J’avais complètement oublié ce rendez-vous. Je me répands en excuses. La jeune journaliste me demande froidement si elle peut enregistrer notre conversation. Je fais oui tout en sachant que le principe d’une conversation, c’est de ne laisser aucune trace. Elle travaille pour un de ces hebdos gratuits qui traînent sur les comptoirs de cafés du coin. […] La machine enregistre. En fin de compte vous n’écrivez que sur l’identité ? Je n’écris que sur moi-même. Vous l’avez déjà dit, ça. Ça n’a pas l’air d’avoir été entendu. Vous avez l’impression qu’on ne vous écoute pas ? Les gens lisent pour se chercher et non pour découvrir un autre. Paranoïaque ? On ne l’est jamais assez. Pensez-vous que vous serez un jour lu pour vous-même ? C’était ma dernière illusion avant de vous croiser. Vous me paraissez différent dans la réalité. Je ne me rappelle pas qu’on se soit déjà rencontrés dans un livre.
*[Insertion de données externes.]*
import type { Ticks } from '../time/ticks';

/** Flags of `CharacterTable.errors`. */
export const FRAMING_ERROR = 1;
export const PARITY_ERROR = 2;
export const BREAK_ERROR = 4;

/** The characters of a line in columns, in order of time. */
export interface CharacterTable {
  readonly count: number;
  /** Leading edge of the start element. */
  readonly startTicks: Float64Array;
  /** End of the last stop element sampled (for a break: the return to mark). May be fractional. */
  readonly endTicks: Float64Array;
  readonly values: Uint8Array;
  readonly errors: Uint8Array;
  /** Index into the line's `LevelTrace.ticks` of the start edge; −1 for byte logs. */
  readonly startEdge: Int32Array;
}

/** A pulse too short to be a start element, or a start element that was gone at its middle. */
export interface Glitch {
  readonly startTicks: Ticks;
  readonly endTicks: Ticks;
}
Elle ramasse son matériel avec cet air ennuyé capable de vous pourrir une journée ensoleillée.129

On le constate, l’ambiance carabinée du départ ne se résorbe pas au fil de l’entretien, bien au contraire, elle empire. L’écrivain réitère parler avant tout non d’identité, mais de lui-même. La répétition de ce propos, d’ailleurs pointée sèchement par la journaliste (« vous l’avez déjà dit ça »), n’y fait rien ; les gens ne veulent rien comprendre. Laferrière se moque alors quelque peu de la journaliste, peu subtile sur les distinctions réalité / fiction (« Vous me paraissez différent dans la réalité. Je ne me rappelle pas qu’on se soit déjà rencontrés dans un livre »). L’énonciation de la scène – les paroles de la journaliste et du narrateur sont livrées sans distinction typographique – redouble l’impression d’ennui profond de l’exercice. Si le narrateur de Comment faire l’amour laisse poindre une complicité entre lui et l’intervieweuse Miz Bombardier – complicité qui s’accentuera nettement dans l’entrevue réelle qui aura lieu après la sortie du roman –, il n’en demeure pas moins qu’il présente l’entretien comme une « joute », voire même un affrontement, où il s’agit de briller, de parer les coups à l’aide de répliques bien trouvées :

Miz Bombardier se tourne maintenant vers moi : « J’ai lu votre roman, j’ai bien ri, mais vous n’aimez pas les femmes, m’a-t-il semblé ?

R. : Les Nègres aussi.

Miz B. sourit J’avais gagné la première manche.130

128 Dany Laferrière, Je suis un écrivain japonais, op. cit., p. 169. 129 Dany Laferrière, L’énigme du retour, op. cit., p. 32-33.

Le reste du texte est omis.